知道了什么是跨域,那么就该去解决这问题,不然,我们怎么去拿到我们想要的数据呢。提供两种解决方案:
1.JSONP实现跨域
先说说什么是JSONP,JSON with Padding,填充式JSON,它是将其他网站上的JSON资料,作为参数填充,填充到哪里嫩?,其实使用jsonp时,后端会接受到一个参数,这个参数其实就是前端定义好了的一个处理函数的函数名,这个处理函数,需要一些数据,它将这些数据呢以外部传参的形式呈现出来,,而我们也说了,jsonp请求的时候会将这个函数名获取到,我们在使用一些拼接手法,将参数和函数名结合起来形成一个完整函数名加参数的形式,然后返回给客户端,客户端就可以得到自己所需的参数,又因为数据是以json的格式传输的,就形成了这种填充式json的感觉,这也就是jsonp名字的来由,不得不说,这个方法是真的秒啊。 最后在加上动态添加script标签,数据到了前端后,就会自动调用这个函数。
至于前端是怎么请求的呢,当然是通过script标签的src啦,为什么要用script标签的src呢,你有没有发现你在引用第三方插件时,不论是网上的url,还是本地的url,script它都能找到啊,有木有??简直比隔壁老王翻墙的本事都厉害啊…有木有。

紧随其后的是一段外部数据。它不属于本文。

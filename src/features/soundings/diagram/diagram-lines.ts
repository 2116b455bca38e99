import {
  ZERO_CELSIUS_K,
  dewpointFromMixingRatio,
  dryAdiabatTemperature,
  pseudoAdiabatTable,
} from '../../../../shared/sounding';

/**
 * The background lines of the skew-T log-p diagram, as (pressure, temperature) curves. Every
 * curve is computed with the engine's own functions, so the drawing agrees with the numbers:
 * dry adiabats with Poisson's equation (dryAdiabatTemperature), pseudo-adiabats from the
 * engine's pseudo-adiabat table (the one its parcels follow), mixing-ratio lines with
 * dewpointFromMixingRatio. Pure: no DOM.
 */
export interface ThermoPoint {
  pressureHpa: number;
  temperatureC: number;
}

export interface ThermoCurve {
  /** What the curve is labelled with (θ in °C, θw in °C, or w in g/kg). */
  value: number;
  points: ThermoPoint[];
}

/** Pressures from bottom to top, evenly spaced in ln p (about `steps` points). */
export function logPressureSamples(bottomHpa: number, topHpa: number, steps = 40): number[] {
  const low = Math.log(bottomHpa);
  const high = Math.log(topHpa);
  return Array.from({ length: steps + 1 }, (_, i) => Math.exp(low + ((high - low) * i) / steps));
}

/** Dry adiabats labelled by potential temperature θ (°C). */
export function dryAdiabats(potentialTemperaturesC: readonly number[], bottomHpa: number, topHpa: number): ThermoCurve[] {
  const pressures = logPressureSamples(bottomHpa, topHpa);
  return potentialTemperaturesC.map((thetaC) => ({
    value: thetaC,
    points: pressures.map((pressureHpa) => ({
      pressureHpa,
      temperatureC: dryAdiabatTemperature(pressureHpa, thetaC + ZERO_CELSIUS_K) - ZERO_CELSIUS_K,
    })),
  }));
}

/** Pseudo-adiabats labelled by wet-bulb potential temperature θw (°C, the temperature at 1000 hPa). */
export function pseudoAdiabats(wetBulbPotentialTemperaturesC: readonly number[], bottomHpa: number, topHpa: number): ThermoCurve[] {
  const table = pseudoAdiabatTable();
  const pressures = logPressureSamples(bottomHpa, topHpa);
  return wetBulbPotentialTemperaturesC.map((thetaWC) => ({
    value: thetaWC,
    points: pressures.map((pressureHpa) => ({
      pressureHpa,
      temperatureC: table.temperature(thetaWC + ZERO_CELSIUS_K, Math.log(pressureHpa)) - ZERO_CELSIUS_K,
    })),
  }));
}

/** Lines of constant saturation mixing ratio labelled in g/kg: the dewpoint air with that w has at each pressure. */
export function mixingRatioLines(mixingRatiosGPerKg: readonly number[], bottomHpa: number, topHpa: number): ThermoCurve[] {
  const pressures = logPressureSamples(bottomHpa, topHpa, 12);
  return mixingRatiosGPerKg.map((grams) => ({
    value: grams,
    points: pressures.map((pressureHpa) => ({
      pressureHpa,
      temperatureC: dewpointFromMixingRatio(grams / 1000, pressureHpa) - ZERO_CELSIUS_K,
    })),
  }));
}

/** Default label sets of the diagram. */
export const DRY_ADIABAT_THETAS_C = Array.from({ length: 25 }, (_, i) => -40 + i * 10);
export const PSEUDO_ADIABAT_THETA_WS_C = Array.from({ length: 11 }, (_, i) => -8 + i * 4);
export const MIXING_RATIOS_G_PER_KG = [1, 2, 4, 7, 10, 14, 20, 28];
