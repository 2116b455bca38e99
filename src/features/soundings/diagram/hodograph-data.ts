import type { SoundingLevel, WindVector } from '../../../../shared/sounding';
import { HODOGRAPH_BANDS } from './palette';

/** A point of the hodograph: wind components (m s⁻¹) at a height above ground (m). */
export interface HodographPoint {
  heightM: number;
  u: number;
  v: number;
}

/**
 * The hodograph's segments, one per height band (0–1, 1–3, 3–6, 6–10 km AGL), with the wind
 * interpolated linearly in height at each band edge so the segments join. Pure.
 */
export function hodographSegments(levels: readonly SoundingLevel[]): { band: (typeof HODOGRAPH_BANDS)[number]; points: HodographPoint[] }[] {
  const ground = levels[0]?.heightM ?? 0;
  const winds: HodographPoint[] = levels.flatMap((level) =>
    level.uMs === null || level.vMs === null ? [] : [{ heightM: level.heightM - ground, u: level.uMs, v: level.vMs }],
  );
  const at = (heightM: number): HodographPoint | null => {
    for (let i = 1; i < winds.length; i++) {
      const a = winds[i - 1] as HodographPoint;
      const b = winds[i] as HodographPoint;
      if (a.heightM <= heightM && b.heightM >= heightM) {
        const f = b.heightM === a.heightM ? 0 : (heightM - a.heightM) / (b.heightM - a.heightM);
        return { heightM, u: a.u + f * (b.u - a.u), v: a.v + f * (b.v - a.v) };
      }
    }
    return null;
  };
  return HODOGRAPH_BANDS.map((band) => {
    const inside = winds.filter((w) => w.heightM > band.fromM && w.heightM < band.toM);
    const start = band.fromM === 0 ? (winds[0] ?? null) : at(band.fromM);
    const end = at(band.toM);
    const points = [...(start ? [start] : []), ...inside, ...(end ? [end] : [])];
    return { band, points };
  }).filter((segment) => segment.points.length >= 2);
}

/** Ring spacing and count for a largest speed, in the display unit. */
export function hodographRings(maxSpeedDisplay: number): { step: number; count: number } {
  const step = maxSpeedDisplay > 80 ? 20 : maxSpeedDisplay > 30 ? 10 : 5;
  return { step, count: Math.max(2, Math.ceil(maxSpeedDisplay / step)) };
}

export type { WindVector };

为什么呢?难不成,他真的是跟隔壁老王学得,而且青出于蓝胜于蓝。 不仅如此哦,html标签还有几个也可能是跟老王学的,例如iframe、style、还有img标签,它的src也可以,emmm…这几个不学好。
开个玩笑哈,为什么呢,这是浏览器给的特权,是浏览器动态的访问外域文件的一种方式,结果被大家给利用了,真的是单纯的孩子。利用script的src这一特点,便可以实现跨域访问。当使用script标签进行外域资源请求时,就会将后端定义好的代码下载到本地执行。
**2018-11-22日 — 补充**
具体过程:
- 前端通过script标签发起资源请求,参数中携带定义好的函数名。
- 后端会将获取到的函数名以及所需的参数作为回发数据,响应至客户端,被客户端下载,客户端下载到代码后,将得到的函数及参数添加到新的script标签中,就相当于执行之前定义的函数,只是,函数调用以及传参是由后端发过来的。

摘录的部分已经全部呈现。